Foto's; Ramunas Danisevicius, Scanpix Baltics

Over het heuvelachtige terrein van het psychiatrische ziekenhuis Vasaros ('zomer') wandelt de 28-jarige psychiater Tamara Kuntelija naar het gebouw van de besloten afdeling voor acute zorg aan vrouwen en mannen. Het statige, gele gebouw is 75 jaar geleden gebouwd door een graaf nadat zijn schizofrene zus zelfmoord pleegde. Hij wilde dat er in de stad Vilnius een ziekenhuis zou komen waar mensen zoals zijn zus hulp zouden krijgen. Kuntelija loopt de stenen trap op. De treden zijn versleten, brokkelen hier en daar af.

Vooruitstrevend
In de loop der jaren werd het ziekenhuisterrein uitgebreid tot zeven, inmiddels zwaar verwaarloosde gebouwen. Naast de besloten acute vrouwen- en mannenafdeling zijn er een open mannenafdeling, een afdeling geriatrie-gerontologie, een centrum voor dagbehandeling, een lab en een conferentieruimte. Vasaros heeft 220 bedden, waarvan 45 neurologisch. In het centrum voor dagbehandeling is plaats voor 105 patiënten. Jaarlijks worden er zo'n 26 patiënten opgenomen en bezoeken meer dan 5000 patiënten de dagbehandeling. De gemiddelde opnameduur is 24,9 dagen. Het ziekenhuis staat bekend als vooruitstrevend; zo zijn er sinds het einde van de jaren zeventig psychotherapeuten in dienst. Iets wat in veel andere psychiatrische ziekenhuizen in Litouwen niet het geval is.

Geschokt
De jonge psychiater maakt een rondje over de acute vrouwenafdeling. De afdeling heeft veertig bedden. 'De eerste keer dat ik dit zag, was ik erg geschokt', waarschuwt ze. Verpleegkundigen brengen het eten van de keuken in ijzeren emmers naar de afdeling. Een groep vrouwen wacht in de gang, daar staan lange eettafels. In een van de zalen liggen  patiënten nog op bed. De zaal heeft zestien bedden, tussen de bedden zit minder dan een meter ruimte, precies genoeg voor een nachtkastje en wat manoeuvreerruimte voor de verpleegkundigen. De afdeling is nog niet zo lang geleden enigszins opgeknapt. Maar door het likje verf op de muur zijn het afbrokkelende pleisterwerk en de vochtplekken nog zichtbaar. 'Totaal geen privacy', becommentarieert Kuntelija het toilettenblok. Drie open toiletten voor veertig personen, afgeschermd door muurtjes van anderhalve meter hoog. Ook de douches - drie in totaal - hebben geen deuren.

 

Tamara Kuntelija

Kuntelija verlaat de afdeling en opent de deur van het kamertje waarin zij, twee andere psychiaters, een psychiater in opleiding en een psychotherapeute kantoor houden. Hier vullen ze hun rapporten in, overleggen ze met elkaar en spreken ze hun patiënten. Sinds kort staat in de kamer een tweedehands computer waarin gegevens van de patiënten worden ingevoerd.

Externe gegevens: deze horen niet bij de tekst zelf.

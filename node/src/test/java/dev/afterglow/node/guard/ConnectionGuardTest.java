package dev.afterglow.node.guard;

import static org.junit.jupiter.api.Assertions.assertEquals;
import static org.junit.jupiter.api.Assertions.assertFalse;
import static org.junit.jupiter.api.Assertions.assertTrue;

import dev.afterglow.node.stats.Counters;
import dev.afterglow.node.stats.NodeCounter;
import io.netty.buffer.Unpooled;
import io.netty.channel.embedded.EmbeddedChannel;
import java.util.concurrent.TimeUnit;
import java.util.concurrent.atomic.AtomicLong;
import org.junit.jupiter.api.Test;

class ConnectionGuardTest {
    private final AtomicLong nowNanos = new AtomicLong(1_000_000_000L);
    private final Counters counters = new Counters();

    private ConnectionGuard guard(long firstMs, long messageMs, long idleMs) {
        return new ConnectionGuard("test", firstMs, messageMs, idleMs, 0, counters, nowNanos::get, null);
    }

    private void advance(EmbeddedChannel ch, long ms) {
        nowNanos.addAndGet(TimeUnit.MILLISECONDS.toNanos(ms));
        ch.advanceTimeBy(ms, TimeUnit.MILLISECONDS);
        ch.runScheduledPendingTasks();
    }

    @Test
    void shouldCloseAConnectionThatNeverSendsItsFirstMessage() {
        EmbeddedChannel ch = new EmbeddedChannel(guard(5_000, 10_000, 0));
        advance(ch, 4_900);
        assertTrue(ch.isActive());
        advance(ch, 500);
        assertFalse(ch.isActive());
        assertEquals(1, counters.get(NodeCounter.CONNECTIONS_TIMED_OUT));
    }

    @Test
    void shouldCloseAPeerThatTricklesAMessageOneByteAtATime() {
        ConnectionGuard g = guard(60_000, 10_000, 0);
        EmbeddedChannel ch = new EmbeddedChannel(g);
        g.messageComplete(false); // hello done
        for (int s = 0; s < 20 && ch.isActive(); s++) {
            ch.writeInbound(Unpooled.wrappedBuffer(new byte[] {1}));
            advance(ch, 1_000);
        }
        assertFalse(ch.isActive(), "a message still incomplete after 10 s is cut off, however steadily it trickles");
        assertEquals(1, counters.get(NodeCounter.CONNECTIONS_TIMED_OUT));
    }

    @Test
    void shouldKeepABusyConnectionWhoseMessagesComplete() {
        ConnectionGuard g = guard(5_000, 1_000, 3_000);
        EmbeddedChannel ch = new EmbeddedChannel(g);
        for (int s = 0; s < 40; s++) {
            ch.writeInbound(Unpooled.wrappedBuffer(new byte[] {1}));
            g.messageComplete(false);
            advance(ch, 500);
        }
        assertTrue(ch.isActive());
        advance(ch, 3_500);
        assertFalse(ch.isActive(), "silent past the idle limit");
        assertEquals(1, counters.get(NodeCounter.CONNECTIONS_TIMED_OUT));
    }
}
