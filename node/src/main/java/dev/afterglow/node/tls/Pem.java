package dev.afterglow.node.tls;

import dev.afterglow.node.config.ConfigException;
import java.io.ByteArrayInputStream;
import java.io.IOException;
import java.nio.charset.StandardCharsets;
import java.nio.file.Files;
import java.nio.file.Path;
import java.security.GeneralSecurityException;
import java.security.KeyFactory;
import java.security.PrivateKey;
import java.security.cert.CertificateException;
import java.security.cert.CertificateFactory;
import java.security.cert.X509Certificate;
import java.security.spec.PKCS8EncodedKeySpec;
import java.util.ArrayList;
import java.util.Arrays;
import java.util.Base64;
import java.util.List;
import java.util.regex.Matcher;
import java.util.regex.Pattern;

/**
 * Reads PEM files (RFC 7468 text encoding): X.509 certificates ({@code CERTIFICATE} blocks) and
 * unencrypted PKCS#8 private keys ({@code PRIVATE KEY}, RSA or EC), which is what
 * {@code openssl req -newkey ... -nodes}, {@code openssl genpkey} and most certificate tools write.
 * Older PKCS#1 ({@code RSA PRIVATE KEY}) and SEC 1 ({@code EC PRIVATE KEY}) keys and encrypted keys
 * are refused with the openssl command that converts them.
 *
 * <p>Errors are {@link ConfigException}s naming the setting and the file, never the file's content:
 * key material is not printed.
 */
public final class Pem {
    private static final Pattern BLOCK = Pattern.compile(
            "-----BEGIN ([A-Z0-9 ]+)-----\\s*([A-Za-z0-9+/=\\s]*?)-----END \\1-----");

    private Pem() {
    }

    /** The certificates of every {@code CERTIFICATE} block, in file order (a chain: leaf first). */
    public static List<X509Certificate> certificates(Path file, String setting) {
        List<X509Certificate> out = new ArrayList<>();
        try {
            CertificateFactory factory = CertificateFactory.getInstance("X.509");
            for (Block b : blocks(file, setting)) {
                if (b.label.equals("CERTIFICATE")) {
                    out.add((X509Certificate) factory.generateCertificate(new ByteArrayInputStream(b.der(file, setting))));
                }
            }
        } catch (CertificateException e) {
            throw new ConfigException(where(setting, file) + ": not a valid X.509 certificate (" + e.getMessage() + ")", e);
        }
        if (out.isEmpty()) {
            throw new ConfigException(where(setting, file) + ": no PEM CERTIFICATE block");
        }
        return out;
    }

    /** The one unencrypted PKCS#8 private key in the file, RSA or EC. */
    public static PrivateKey privateKey(Path file, String setting) {
        List<Block> blocks = blocks(file, setting);
        Block key = null;
        for (Block b : blocks) {
            switch (b.label) {
                case "PRIVATE KEY" -> {
                    if (key != null) {
                        throw new ConfigException(where(setting, file) + ": more than one PRIVATE KEY block");
                    }
                    key = b;
                }
                case "RSA PRIVATE KEY", "EC PRIVATE KEY" -> throw new ConfigException(where(setting, file) + ": "
                        + b.label + " (PKCS#1 / SEC 1) is not supported; convert it to PKCS#8 with "
                        + "openssl pkcs8 -topk8 -nocrypt -in KEY -out KEY.pkcs8.pem");
                case "ENCRYPTED PRIVATE KEY" -> throw new ConfigException(where(setting, file)
                        + ": encrypted keys are not supported; decrypt it with openssl pkcs8 -in KEY -out PLAIN.pem "
                        + "and protect the file by its permissions");
                default -> {
                    // certificates or parameters beside the key are allowed and ignored
                }
            }
        }
        if (key == null) {
            throw new ConfigException(where(setting, file) + ": no PEM PRIVATE KEY block (PKCS#8)");
        }
        byte[] der = key.der(file, setting);
        try {
            for (String algorithm : new String[] {"RSA", "EC"}) {
                try {
                    return KeyFactory.getInstance(algorithm).generatePrivate(new PKCS8EncodedKeySpec(der));
                } catch (java.security.spec.InvalidKeySpecException notThisOne) {
                    // try the next algorithm
                }
            }
        } catch (GeneralSecurityException e) {
            throw new ConfigException(where(setting, file) + ": cannot read the key (" + e.getClass().getSimpleName() + ")", e);
        } finally {
            Arrays.fill(der, (byte) 0);
        }
        throw new ConfigException(where(setting, file) + ": not an RSA or EC PKCS#8 private key");
    }

    /** Checks that the file exists, is a regular file and can be read. */
    public static void readable(Path file, String setting) {
        if (!Files.exists(file)) {
            throw new ConfigException(where(setting, file) + ": no such file");
        }
        if (!Files.isRegularFile(file)) {
            throw new ConfigException(where(setting, file) + ": not a regular file");
        }
        if (!Files.isReadable(file)) {
            throw new ConfigException(where(setting, file) + ": not readable by this process");
        }
    }

    static String where(String setting, Path file) {
        return setting + "=" + file;
    }

    private static List<Block> blocks(Path file, String setting) {
        readable(file, setting);
        String text;
        try {
            // ISO-8859-1 maps every byte, so a binary (DER) file ends up as "not a PEM file" below.
            text = new String(Files.readAllBytes(file), StandardCharsets.ISO_8859_1);
        } catch (IOException e) {
            throw new ConfigException(where(setting, file) + ": cannot read (" + e.getClass().getSimpleName() + ")", e);
        }
        List<Block> out = new ArrayList<>();
        Matcher m = BLOCK.matcher(text);
        while (m.find()) {
            out.add(new Block(m.group(1), m.group(2)));
        }
        if (out.isEmpty()) {
            throw new ConfigException(where(setting, file) + ": not a PEM file (no -----BEGIN ...----- block)");
        }
        return out;
    }

    private record Block(String label, String base64) {
        byte[] der(Path file, String setting) {
            try {
                return Base64.getMimeDecoder().decode(base64);
            } catch (IllegalArgumentException e) {
                throw new ConfigException(where(setting, file) + ": bad base64 in the " + label + " block");
            }
        }
    }
}
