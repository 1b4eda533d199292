/**
 * TLS for the node's TCP listeners: PEM files read and checked once at start ({@link dev.afterglow.node.tls.Pem},
 * {@link dev.afterglow.node.tls.TlsContexts}), an {@code SslHandler} first in the pipeline of each
 * listener named in the configuration ({@link dev.afterglow.node.tls.NodeTls}), and failed handshakes
 * closed, counted and logged once per kind ({@link dev.afterglow.node.tls.HandshakeFailure}).
 */
package dev.afterglow.node.tls;
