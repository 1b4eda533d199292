package dev.afterglow.node.client;

import static org.junit.jupiter.api.Assertions.assertArrayEquals;
import static org.junit.jupiter.api.Assertions.assertEquals;
import static org.junit.jupiter.api.Assertions.assertThrows;
import static org.junit.jupiter.api.Assertions.assertTrue;

import com.google.protobuf.ByteString;
import dev.afterglow.proto.v1.Envelope;
import dev.afterglow.proto.v1.IntensityFrame;
import dev.afterglow.proto.v1.PixelFormat;
import java.io.ByteArrayOutputStream;
import java.io.IOException;
import java.io.OutputStream;
import java.net.InetAddress;
import java.net.ServerSocket;
import java.net.Socket;
import java.net.SocketTimeoutException;
import java.util.SplittableRandom;
import java.util.concurrent.TimeUnit;
import org.junit.jupiter.api.Test;
import org.junit.jupiter.api.Timeout;

/**
 * The subscriber client against a scripted peer on loopback: a read timeout in the middle of a
 * frame must not lose the stream's place (the next call finishes that frame, and the one after
 * starts cleanly); a corrupt length prefix is refused instead of allocating it.
 */
@Timeout(value = 20, unit = TimeUnit.SECONDS)
class SubscriberClientTest {

    private static byte[] delimitedFrame(long sequence, byte[] pixels) throws IOException {
        ByteArrayOutputStream out = new ByteArrayOutputStream();
        Envelope.newBuilder().setSchemaVersion(SensorClient.SCHEMA_VERSION)
                .setIntensityFrame(IntensityFrame.newBuilder().setSensorId("yard").setSequence(sequence)
                        .setFormat(PixelFormat.PIXEL_FORMAT_GRAY8).setWidth(320).setHeight(pixels.length / 320)
                        .setPixels(ByteString.copyFrom(pixels)))
                .build().writeDelimitedTo(out);
        return out.toByteArray();
    }

    @Test
    void shouldFinishAFrameAfterATimeoutInsideIt() throws Exception {
        byte[] pixels = new byte[320 * 240];
        new SplittableRandom(5).nextBytes(pixels);
        byte[] first = delimitedFrame(1, pixels);
        byte[] second = delimitedFrame(2, pixels);
        try (ServerSocket server = new ServerSocket(0, 1, InetAddress.getLoopbackAddress())) {
            Thread peer = new Thread(() -> {
                try (Socket s = server.accept()) {
                    Envelope.parseDelimitedFrom(s.getInputStream()); // the subscribe request
                    OutputStream out = s.getOutputStream();
                    out.write(first, 0, 3); // inside the length prefix and the first bytes
                    out.flush();
                    Thread.sleep(400);
                    out.write(first, 3, first.length / 2);
                    out.flush();
                    Thread.sleep(400);
                    out.write(first, 3 + first.length / 2, first.length - 3 - first.length / 2);
                    out.write(second);
                    out.flush();
                    Thread.sleep(500);
                } catch (IOException | InterruptedException e) {
                    // the client closed first
                }
            });
            peer.start();
            try (SubscriberClient client = SubscriberClient.connect("127.0.0.1", server.getLocalPort(), "yard", 0,
                    PixelFormat.PIXEL_FORMAT_GRAY8)) {
                client.setTimeoutMillis(100);
                int timeouts = 0;
                IntensityFrame got = null;
                while (got == null) {
                    try {
                        got = client.next();
                    } catch (SocketTimeoutException e) {
                        timeouts++;
                    }
                }
                assertTrue(timeouts >= 2, "timeouts " + timeouts);
                assertEquals(1, got.getSequence());
                assertArrayEquals(pixels, got.getPixels().toByteArray());
                IntensityFrame next = client.next();
                assertEquals(2, next.getSequence());
                assertArrayEquals(pixels, next.getPixels().toByteArray());
            }
            peer.join();
        }
    }

    @Test
    void shouldRefuseALengthPrefixBeyondTheLimit() throws Exception {
        try (ServerSocket server = new ServerSocket(0, 1, InetAddress.getLoopbackAddress())) {
            Thread peer = new Thread(() -> {
                try (Socket s = server.accept()) {
                    Envelope.parseDelimitedFrom(s.getInputStream());
                    // Varint FF FF FF FF 01 = 2^29 - 1 = 536870911 (protobuf base-128 varint encoding), above 256 MiB.
                    s.getOutputStream().write(new byte[] {(byte) 0xFF, (byte) 0xFF, (byte) 0xFF, (byte) 0xFF, 0x01});
                    s.getOutputStream().flush();
                    Thread.sleep(500);
                } catch (IOException | InterruptedException e) {
                    // the client closed first
                }
            });
            peer.start();
            try (SubscriberClient client = SubscriberClient.connect("127.0.0.1", server.getLocalPort(), "yard", 0,
                    PixelFormat.PIXEL_FORMAT_GRAY8)) {
                IOException e = assertThrows(IOException.class, client::next);
                assertTrue(e.getMessage().contains("536870911 > 268435456"), e.getMessage());
            }
            peer.join();
        }
    }
}
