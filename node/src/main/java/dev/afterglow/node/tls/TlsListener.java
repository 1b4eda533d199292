package dev.afterglow.node.tls;

import java.util.Arrays;
import java.util.stream.Collectors;

/** The TCP listeners TLS can cover, by the names used in {@code tls.listeners}. */
public enum TlsListener {
    /** Sensors over TCP ({@code listen.ingest-tcp-port}). */
    INGEST("ingest"),
    /** Subscribers ({@code listen.subscriber-port}). */
    SUBSCRIBERS("subscribers"),
    /** HTTP endpoints and the live view ({@code listen.http-port}). */
    HTTP("http");

    private final String configName;

    TlsListener(String configName) {
        this.configName = configName;
    }

    /** The name in {@code tls.listeners}. */
    public String configName() {
        return configName;
    }

    /** The listener with this configuration name, or null. */
    public static TlsListener byName(String name) {
        for (TlsListener l : values()) {
            if (l.configName.equals(name)) {
                return l;
            }
        }
        return null;
    }

    /** "ingest, subscribers or http", for error messages. */
    public static String names() {
        String all = Arrays.stream(values()).map(TlsListener::configName).collect(Collectors.joining(", "));
        int last = all.lastIndexOf(", ");
        return all.substring(0, last) + " or " + all.substring(last + 2);
    }
}
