package dev.afterglow.node.tls;

import dev.afterglow.node.config.TlsConfig;
import dev.afterglow.node.stats.Counters;
import io.netty.channel.Channel;
import io.netty.handler.ssl.SslContext;
import io.netty.handler.ssl.SslHandler;
import java.util.EnumSet;
import java.util.Set;
import java.util.function.Consumer;

/**
 * TLS on the node's TCP listeners. {@link #addTo} puts an {@code SslHandler} (and a
 * {@link HandshakeWatch} behind it) first in a new connection's pipeline when its listener is named
 * in {@code tls.listeners}, and does nothing otherwise or when TLS is off. A handshake that has not
 * completed within {@link #HANDSHAKE_TIMEOUT_MS} fails; failed handshakes close the connection, count
 * in {@code afterglow_tls_handshake_failures_total} and are logged once per {@link HandshakeFailure} kind.
 *
 * <pre>
 * protected void initChannel(SocketChannel ch) {
 *     tls.addTo(ch, TlsListener.INGEST);
 *     ch.pipeline().addLast(...);   // the listener's own handlers see plain bytes
 * }
 * </pre>
 */
public final class NodeTls {
    /** Time a client has for the handshake, from the connection's start (common practice: Netty's default). */
    public static final long HANDSHAKE_TIMEOUT_MS = 10_000;
    private static final System.Logger LOG = System.getLogger(NodeTls.class.getPackageName());

    private final SslContext context;
    private final Set<TlsListener> listeners;
    private final long handshakeTimeoutMs;
    private final HandshakeFailures failures;

    /**
     * @param context the server context, or null for TLS off
     * @param warn where the first failure of each kind is written
     */
    public NodeTls(SslContext context, Set<TlsListener> listeners, Counters counters, long handshakeTimeoutMs,
            Consumer<String> warn) {
        this.context = context;
        this.listeners = listeners.isEmpty() ? EnumSet.noneOf(TlsListener.class) : EnumSet.copyOf(listeners);
        this.handshakeTimeoutMs = handshakeTimeoutMs;
        this.failures = new HandshakeFailures(counters, warn);
    }

    /** TLS as configured (the context built when the configuration was validated); failures logged as warnings. */
    public static NodeTls of(TlsConfig config, Counters counters) {
        SslContext context = config.enabled() ? config.serverContext() : null;
        return new NodeTls(context, config.enabled() ? config.listenerSet() : Set.of(), counters, HANDSHAKE_TIMEOUT_MS,
                message -> LOG.log(System.Logger.Level.WARNING, message));
    }

    /** True when connections to this listener use TLS. */
    public boolean covers(TlsListener listener) {
        return context != null && listeners.contains(listener);
    }

    /** Puts TLS first in a new connection's pipeline if its listener is covered; call it first in {@code initChannel}. */
    public void addTo(Channel ch, TlsListener listener) {
        if (!covers(listener)) {
            return;
        }
        SslHandler ssl = context.newHandler(ch.alloc());
        ssl.setHandshakeTimeoutMillis(handshakeTimeoutMs);
        LingeringClose close = new LingeringClose();
        ch.pipeline().addFirst("tls-handshake-watch", new HandshakeWatch(listener, failures, close));
        ch.pipeline().addFirst("tls", ssl);
        ch.pipeline().addFirst("tls-lingering-close", close);
    }
}
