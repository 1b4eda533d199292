package dev.afterglow.node.tls;

import io.netty.handler.ssl.NotSslRecordException;
import io.netty.handler.ssl.SslHandshakeTimeoutException;
import java.nio.channels.ClosedChannelException;
import java.security.cert.CertPathBuilderException;
import java.security.cert.CertPathValidatorException;
import java.security.cert.CertificateException;
import java.security.cert.CertificateExpiredException;
import java.security.cert.CertificateNotYetValidException;

/**
 * Why a TLS handshake on one of the node's listeners failed, told from the exception Netty's
 * {@code SslHandler} reports. The kinds only choose what is logged (once per kind); every failure
 * counts in {@code afterglow_tls_handshake_failures_total} alike.
 */
public enum HandshakeFailure {
    /** The first bytes were not a TLS record. */
    NOT_TLS("not TLS: the first bytes are not a TLS record (a plain-text client on a TLS port?)"),
    /** No completed handshake within the handshake timeout. */
    TIMEOUT("no completed handshake within the handshake timeout"),
    /** The peer closed the connection before the handshake completed. */
    CLOSED("the client closed the connection during the handshake"),
    /** The peer sent a fatal alert, most often because it does not trust the node's certificate. */
    CLIENT_ABORTED("the client aborted the handshake with an alert (does it trust this node's certificate?)"),
    /** {@code tls.client-ca-file} is set and the client sent no certificate. */
    NO_CLIENT_CERTIFICATE("the client sent no certificate, and tls.client-ca-file requires one"),
    /** The client's certificate (or one in its chain) is expired or not yet valid. */
    CLIENT_CERTIFICATE_EXPIRED("the client's certificate is expired or not yet valid"),
    /** The client's certificate does not chain to {@code tls.client-ca-file}. */
    CLIENT_CERTIFICATE_UNTRUSTED("the client's certificate is not signed by a CA in tls.client-ca-file"),
    /** Anything else: no common protocol version or cipher suite, a malformed handshake message. */
    OTHER("handshake error (no common protocol version or cipher suite, or a malformed message)");

    private final String description;

    HandshakeFailure(String description) {
        this.description = description;
    }

    /** What went wrong, for the log. */
    public String description() {
        return description;
    }

    /** The kind of the cause of a failed handshake (its whole cause chain is looked at). */
    public static HandshakeFailure of(Throwable cause) {
        for (Throwable t = cause; t != null; t = t.getCause()) {
            if (t instanceof NotSslRecordException) {
                return NOT_TLS;
            }
            if (t instanceof SslHandshakeTimeoutException) {
                return TIMEOUT;
            }
            if (t instanceof ClosedChannelException) {
                return CLOSED;
            }
            if (t instanceof CertificateExpiredException || t instanceof CertificateNotYetValidException
                    || (t instanceof CertPathValidatorException v
                    && (v.getReason() == CertPathValidatorException.BasicReason.EXPIRED
                    || v.getReason() == CertPathValidatorException.BasicReason.NOT_YET_VALID))) {
                return CLIENT_CERTIFICATE_EXPIRED;
            }
        }
        for (Throwable t = cause; t != null; t = t.getCause()) {
            if (t instanceof CertificateException || t instanceof CertPathValidatorException
                    || t instanceof CertPathBuilderException) {
                return CLIENT_CERTIFICATE_UNTRUSTED;
            }
            String m = t.getMessage();
            if (m != null && m.startsWith("Empty") && m.contains("certificate chain")) {
                return NO_CLIENT_CERTIFICATE; // the JDK's words when a required client certificate is missing
            }
            if (m != null && m.startsWith("Received fatal alert")) {
                return CLIENT_ABORTED;
            }
            if (t instanceof javax.crypto.BadPaddingException && m != null && m.contains("fragment (2)")) {
                // A 2-byte record where an encrypted one was due: an alert (RFC 8446, sections 5.1 and 6)
                // sent unencrypted, as OpenSSL clients (curl, Python) do when they refuse the node's certificate.
                return CLIENT_ABORTED;
            }
        }
        return OTHER;
    }
}
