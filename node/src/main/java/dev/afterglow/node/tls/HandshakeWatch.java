package dev.afterglow.node.tls;

import io.netty.channel.ChannelHandlerContext;
import io.netty.channel.ChannelInboundHandlerAdapter;
import io.netty.handler.ssl.SslHandshakeCompletionEvent;

/**
 * Sits right after the {@code SslHandler} of one connection until its handshake ends. A failed
 * handshake is recorded and the connection closed (staged by {@link LingeringClose}, so the client
 * reads the TLS alert); the exceptions the {@code SslHandler} raises
 * before the handshake succeeded are the same failure and go no further (the listener's own handlers
 * would otherwise count them as their errors). After a successful handshake it leaves the pipeline.
 * One instance per connection; runs on the connection's I/O thread.
 */
final class HandshakeWatch extends ChannelInboundHandlerAdapter {
    private final TlsListener listener;
    private final HandshakeFailures failures;
    private final LingeringClose close;
    private boolean failed;

    HandshakeWatch(TlsListener listener, HandshakeFailures failures, LingeringClose close) {
        this.listener = listener;
        this.failures = failures;
        this.close = close;
    }

    @Override
    public void userEventTriggered(ChannelHandlerContext ctx, Object evt) throws Exception {
        if (evt instanceof SslHandshakeCompletionEvent done) {
            if (done.isSuccess()) {
                ctx.pipeline().remove(this);
                ctx.fireUserEventTriggered(evt);
            } else if (!failed) {
                failed = true;
                close.arm();
                failures.record(listener, ctx.channel().remoteAddress(), done.cause());
                ctx.close();
            }
            return;
        }
        ctx.fireUserEventTriggered(evt);
    }

    @Override
    public void exceptionCaught(ChannelHandlerContext ctx, Throwable cause) {
        // Before the handshake succeeded every exception is the handshake's: the completion event
        // counts it (if the handshake has not failed yet, closing makes the SslHandler fail it).
        if (!failed) {
            ctx.close();
        }
    }
}
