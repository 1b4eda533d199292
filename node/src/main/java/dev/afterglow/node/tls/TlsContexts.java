package dev.afterglow.node.tls;

import dev.afterglow.node.config.ConfigException;
import io.netty.handler.ssl.ClientAuth;
import io.netty.handler.ssl.SslContext;
import io.netty.handler.ssl.SslContextBuilder;
import io.netty.handler.ssl.SslProvider;
import java.nio.file.Path;
import java.security.GeneralSecurityException;
import java.security.PrivateKey;
import java.security.SecureRandom;
import java.security.Signature;
import java.security.cert.CertificateExpiredException;
import java.security.cert.CertificateNotYetValidException;
import java.security.cert.X509Certificate;
import java.util.List;
import javax.net.ssl.SSLException;

/**
 * Builds the node's server {@link SslContext} from PEM files, once, at configuration time: the
 * certificate chain and its PKCS#8 key (RSA or EC, see {@link Pem}), checked to belong together and
 * to be valid now, and optionally the CA certificates that client certificates must chain to
 * (then a client certificate is required). TLS 1.3 and 1.2 only, with the JDK's provider.
 */
public final class TlsContexts {
    /** Protocol versions offered; older ones are refused (RFC 8996 deprecates TLS 1.0 and 1.1). */
    public static final String[] PROTOCOLS = {"TLSv1.3", "TLSv1.2"};

    private TlsContexts() {
    }

    /**
     * The server context.
     *
     * @param clientCaFile CA certificates for client certificates, or null for none asked
     * @throws ConfigException naming the setting and file that is wrong
     */
    public static SslContext server(Path certFile, Path keyFile, Path clientCaFile) {
        List<X509Certificate> chain = Pem.certificates(certFile, "tls.cert-file");
        PrivateKey key = Pem.privateKey(keyFile, "tls.key-file");
        X509Certificate leaf = chain.get(0);
        checkValidNow(leaf, "tls.cert-file", certFile);
        checkKeyMatches(leaf, key, Pem.where("tls.cert-file", certFile), Pem.where("tls.key-file", keyFile));
        SslContextBuilder builder = SslContextBuilder.forServer(key, chain.toArray(X509Certificate[]::new))
                .sslProvider(SslProvider.JDK)
                .protocols(PROTOCOLS);
        if (clientCaFile != null) {
            List<X509Certificate> cas = Pem.certificates(clientCaFile, "tls.client-ca-file");
            builder.trustManager(cas.toArray(X509Certificate[]::new)).clientAuth(ClientAuth.REQUIRE);
        }
        try {
            return builder.build();
        } catch (SSLException | RuntimeException e) {
            throw new ConfigException("tls: cannot build the TLS context from tls.cert-file=" + certFile
                    + " and tls.key-file=" + keyFile + ": " + e.getMessage(), e);
        }
    }

    private static void checkValidNow(X509Certificate cert, String setting, Path file) {
        try {
            cert.checkValidity();
        } catch (CertificateExpiredException e) {
            throw new ConfigException(Pem.where(setting, file) + ": the certificate expired on " + cert.getNotAfter().toInstant());
        } catch (CertificateNotYetValidException e) {
            throw new ConfigException(Pem.where(setting, file) + ": the certificate is not valid before " + cert.getNotBefore().toInstant());
        }
    }

    /**
     * Checks that a private key belongs to a certificate: signs a random challenge with the key and
     * verifies it with the certificate's public key.
     *
     * @param certWhere names the certificate's setting and file in the error, e.g. {@code tls.cert-file=/etc/node.crt}
     * @throws ConfigException if they do not belong together
     */
    public static void checkKeyMatches(X509Certificate cert, PrivateKey key, String certWhere, String keyWhere) {
        String mismatch = keyWhere + " does not belong to the certificate in " + certWhere;
        String certAlgorithm = cert.getPublicKey().getAlgorithm();
        if (!certAlgorithm.equals(key.getAlgorithm())) {
            throw new ConfigException(mismatch + " (" + key.getAlgorithm() + " key, " + certAlgorithm + " certificate)");
        }
        String algorithm = key.getAlgorithm().equals("RSA") ? "SHA256withRSA" : "SHA256withECDSA";
        try {
            byte[] challenge = new byte[32];
            new SecureRandom().nextBytes(challenge);
            Signature signer = Signature.getInstance(algorithm);
            signer.initSign(key);
            signer.update(challenge);
            byte[] signature = signer.sign();
            Signature verifier = Signature.getInstance(algorithm);
            verifier.initVerify(cert.getPublicKey());
            verifier.update(challenge);
            if (!verifier.verify(signature)) {
                throw new ConfigException(mismatch);
            }
        } catch (GeneralSecurityException e) {
            throw new ConfigException(mismatch + " (" + e.getClass().getSimpleName() + ")", e);
        }
    }
}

Kuntelija: 'We zijn sinds kort gestart met een database voor patiëntengegevens. Eerder hadden we wel een archief, maar als er 's nachts een patiënt binnenkwam, was dat gesloten. We wisten niet of hij eerder was opgenomen. Straks hebben we een goede database waarin we dat kunnen opzoeken. Mede door deze informatie kunnen we het aantal klinische opnames terugdingen.'



De Litouwse is de coördinator van de projectgroep die het crisisinterventiecentrum opzet. Zij schat dat door crisisinterventie bij 25 procent van de acute patiënten ziekenhuisopname is te voorkomen. 'We hebben nu één opname­kamer waar een patiënt meestal na een of twee uur wordt beoordeeld. Een opname is voor minstens drie dagen - pas dan krijgt Vasaros geld van de zorgverzekeraar - maar meestal veel langer.'



Het is een bekend beeld in Litouwen. De manier waarop psychiatrische ziekenhuizen werken, is veelal nog op de oude sovjetleest geschoeid en voldoet niet aan de westerse maatstaven. De meeste oudere psychiaters zijn opgeleid in de voormalige Sovjet Unie. Zij leggen de nadruk op een biologische benadering, schrijven veel medicijnen voor. Ruimte voor bijvoorbeeld psycho­therapie is er in veel psychiatrische ziekenhuizen niet. Een lange opnameduur en een zo hoog mogelijke bedbezettingen zijn met het huidige verzekeringssysteem noodzakelijk om de financiering rond te krijgen.

Sponsors
De jonge psychiaters van Vasaros willen het anders gaan aanpakken. Tijdens hun opleiding of daarna zijn zij meerdere maanden naar het buitenland geweest. Daar hebben zij nieuwe ideeën opgedaan die ze hier willen toepassen. Het Geneva Initiative on Psychiatry (GIP, zie kader op blz. 716) helpt met het vinden van sponsors en trekt Nederlandse en Engelse psychiaters aan die de Litouwse psychiaters en het andere personeel opleiden. Het GIP achtte Vasaros kansrijk omdat de jonge directeur in is voor hervormingen en omdat het een van de weinige ziekenhuizen is dat niet geïsoleerd op het platteland haar patiënten behandelt. Doordat Vasaros middenin Vilnius staat, is het makkelijker om patiënten te resocialiseren.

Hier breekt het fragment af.